Why is my Haworthia turning brown?


Haworthia plants, often referred to as zebra plants, have gained increasing popularity among plant enthusiasts. These succulents, originating from South Africa, have become sought-after additions to indoor gardens for their captivating aesthetics and minimal care requirements. The striking appearance of Haworthia plants, often characterized by their distinctive zebra-like stripes, makes them stand out in any indoor garden. Their visually appealing foliage adds a touch of natural beauty to interior spaces, making them a sought-after choice for those looking to enhance their home's aesthetics with greenery.

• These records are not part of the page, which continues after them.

"""Every column of the ranking: place, unit, decimals, meaning. Table, workbook, plots layer and map read them here.

The order is a contract: columns may be added at the end, none is renamed or moved without a line in the changelog.
"""

from collections.abc import Iterable, Mapping
from dataclasses import dataclass
from typing import TYPE_CHECKING, Any, Literal

from sitescreen.judgement.wind_slots import IN_WORDS, slot_of_column

if TYPE_CHECKING:
    import pandas as pd

    from sitescreen.judgement.profiles import ZoneProfile

Kind = Literal["text", "whole", "number"]


@dataclass(frozen=True)
class Column:
    """One column.

    Parameters
    ----------
    name : str
        As in the files.
    kind : "text", "whole" or "number"
    decimals : int
        Written with so many, always; 0 for text and whole numbers.
    unit : str
        "m", "°" …; "0–1" for shares, "0–100" for marks, "" for text and counts.
    title : str
        In a few plain words, for the map.
    says : str
        What it means, in one sentence for a planner.
    """

    name: str
    kind: Kind
    decimals: int
    unit: str
    title: str
    says: str


def _text(name: str, title: str, says: str) -> Column:
    return Column(name, "text", 0, "", title, says)


def _whole(name: str, title: str, says: str) -> Column:
    return Column(name, "whole", 0, "", title, says)


def _number(name: str, decimals: int, unit: str, title: str, says: str) -> Column:
    return Column(name, "number", decimals, unit, title, says)


CONTRACT: tuple[Column, ...] = (
    _whole("rank", "rank", "Place among all ranked plots, 1 is best; empty for a plot set aside."),
    _text("plot", "plot", "The plot's identifier, as in the file of plots."),
    _text("name", "name", "The plot's name, as in the file of plots."),
    _number(
        "overall_mark", 1, "0–100", "overall mark", "Weighted mean of the plot's marks for its zone; high is good."
    ),
    _number(
        "mark_low", 1, "0–100", "lowest mark", "The overall mark if everything unknown were at its worst; ranks use it."
    ),
    _number("mark_high", 1, "0–100", "highest mark", "The overall mark if everything unknown were at its best."),
    _text("zone", "zone", "The climate zone the plot is judged by."),
    _number(
        "zone_share",
        2,
        "0–1",
        "share of the zone",
        "How much of the judgement comes from that zone; the rest from others.",
    ),
    _whole("rank_in_zone", "rank in zone", "Place among the ranked plots of the same zone, 1 is best."),
    _text("cautions", "cautions", "Named alerts: a note, a concern, or a stop that sets the plot aside."),
    _text("set_aside", "set aside", "Why the plot is not ranked; empty for ranked plots."),
    _whole(
        "rank_low",
        "best rank",
        "The best rank of the range that holds 90 of 100 trials, so the smaller number; the record says what varies.",
    ),
    _whole("rank_high", "worst rank", "The worst rank of that range, so the larger number."),
    _number("chance_first", 2, "0–1", "chance of first", "Share of the trials in which the plot is first."),
    _number(
        "chance_top_quarter",
        2,
        "0–1",
        "chance of top quarter",
        "Share of the trials in which it is in the best quarter.",
    ),
    _text("weakest", "weakest", "The criterion with the plot's lowest mark."),
    _number("elevation_m", 1, "m", "elevation", "Mean height of the ground above the terrain model's zero."),
    _number("slope_deg", 1, "°", "slope", "Mean steepness; 0 is level, 8.5° is 15 %."),
    _number(
        "aspect_deg", 0, "° from true north", "faces", "Bearing the ground falls to, clockwise; empty on level ground."
    ),
    _number(
        "buildable_share",
        2,
        "0–1",
        "level enough",
        "Share of the plot likely to be less steep than the limit for building.",
    ),
    _number(
        "rise_m",
        1,
        "m",
        "height above surroundings within 1 km",
        "Height above the mean of the ground within 1 km; negative in a hollow.",
    ),
    _text("shore_kind", "shore", "Whether the breeze that reaches the plot most is of the sea or of a lake."),
    _number("shore_distance_km", 2, "km", "to the shore", "Distance to its nearest shore on open water."),
    _number(
        "onshore_from_deg", 0, "° from true north", "onshore breeze from", "Bearing the daytime breeze comes from."
    ),
    _number(
        "breeze_reach", 2, "0–1", "breeze reach", "How much of the daytime breeze of sea or lake gets to the plot."
    ),
    _number("shore_skyline_deg", 1, "°", "skyline to the shore", "Skyline on the way to the shore, from 10 m up."),
    _number(
        "ventilation",
        2,
        "× open ground",
        "ventilation",
        "Mean wind of hot-season afternoons compared with open level ground.",
    ),
    _number("ridge_exposure", 2, "× open ground", "exposure", "Strong wind of the year compared with open ground."),
    _number("sheltered_fraction", 2, "0–1", "sheltered", "How much of the wind the ground upwind holds off."),
    _text(
        "cold_pool_kind",
        "cold air",
        "Cold air on calm clear nights: none, closed (a hollow), leaky (held back), moving, unknown.",
    ),
    _number("cold_pool_depth_m", 1, "m", "cold air depth", "Depth of the cold air; to the lip of a closed hollow."),
    _number(
        "cold_pool_chance",
        2,
        "0–1",
        "cold air chance",
        "Share of simulated nights, each with its own error of the terrain, over 1 °C colder than level ground.",
    ),
    _number(
        "cold_deficit_k", 1, "°C", "colder by", "How much colder than level ground the air is on a calm clear night."
    ),
    _number(
        "smallest_pool_seen_m",
        1,
        "m",
        "smallest seen",
        "Hollows shallower than this cannot be seen in this terrain model.",
    ),
    _number("night_minimum_c", 1, "°C", "night minimum", "Expected minimum of a calm clear night in the cool season."),
    _number(
        "floor_height_m", 1, "m", "above the watercourse", "Height above the watercourse that its ground drains to."
    ),
    _number("sky_view", 3, "0–1", "open sky", "Share of the sky that the ground around leaves open."),
    _number(
        "sun_cool_morning_h",
        1,
        "h a day",
        "morning sun",
        "Hours of sun before its highest, a day of the cool season; under clear skies unless clouds were given.",
    ),
    _number(
        "sun_year_h",
        0,
        "h a year",
        "sun",
        "Hours of sun past the ground around; under clear skies unless clouds were given.",
    ),
    _number("west_load_kwh_m2", 2, "kWh/m²", "west wall load", "Light on a free west wall, a hot-season afternoon."),
    _number("pond_depth_m", 1, "m", "ponding", "Depth to which water could stand, by the terrain model."),
    _number(
        "long_axis_deg",
        0,
        "° from true north",
        "long axis",
        "Bearing, 0–179, of a house's long axis that serves sun and wind best there: a siting hint, not a design.",
    ),
    _number(
        "wind_incidence_deg",
        0,
        "°",
        "wind on long wall",
        "How far off square the wind or breeze that counts there meets the long wall: 0 square on, 90 along it.",
    ),
    _number("area_ha", 2, "ha", "area", "Area of the plot."),
    _number("lon", 6, "°", "longitude", "Longitude of a point inside the plot, WGS 84."),
    _number("lat", 6, "°", "latitude", "Latitude of that point, WGS 84."),
    _number(
        "offshore_from_deg",
        0,
        "° from true north",
        "night breeze from",
        "Bearing the offshore breeze of the night comes from.",
    ),
    _number("breeze_arrival_h", 1, "h", "breeze arrives at", "Hour of the day, by the sun, when the breeze arrives."),
    _number("night_flow_m2_s", 2, "m²/s", "night air flow", "Cold air that passes each metre of width at night."),
    _number("night_flow_speed_m_s", 2, "m/s", "night air speed", "Speed of that air."),
    _number(
        "clear_calm_nights",
        1,
        "nights a month",
        "calm clear nights",
        "Nights a month in the cool season that are clear and calm; 10 is assumed where the normals do not say.",
    ),
    _number(
        "driving_rain", 2, "× open ground", "driving rain", "Strong wind of the rainy season compared with open ground."
    ),
    _number(
        "cool_gain_kwh_m2", 2, "kWh/m²", "cool-season sun", "Sun on the plot's ground on a day of the cool season."
    ),
    _number(
        "sun_first_cool_h",
        1,
        "h",
        "first sun",
        "Clock hour at which the sun first reaches it, cool season, clouds aside.",
    ),
    _number("sun_last_cool_h", 1, "h", "last sun", "Clock hour at which the sun last leaves it, cool season."),
)
"""The columns that every table has, in this order. Ones this version cannot fill stay empty."""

However, despite their reputation for hardiness and adaptability, Haworthias can encounter a somewhat disturbing issue: the browning of their leaves. This occurrence, while not uncommon, can be a cause for concern, and understanding its underlying reasons and effective remedies is crucial to ensure the continued well-being and beauty of these remarkable succulents.

Incorrect Watering

Watering plays a pivotal role in the health of your Haworthia, and incorrect watering practices can lead to those dreaded browning leaves. One of the most common mistakes when caring for Haworthias is overwatering. These succulents store water in their leaves, making them highly susceptible to root rot when subjected to excess moisture. If you notice your haworthia's leaves turning brown and mushy, overwatering can be the reason. On the other hand, underwatering can leave this plant dry and dehydrated, resulting in crispy, brown leaves. 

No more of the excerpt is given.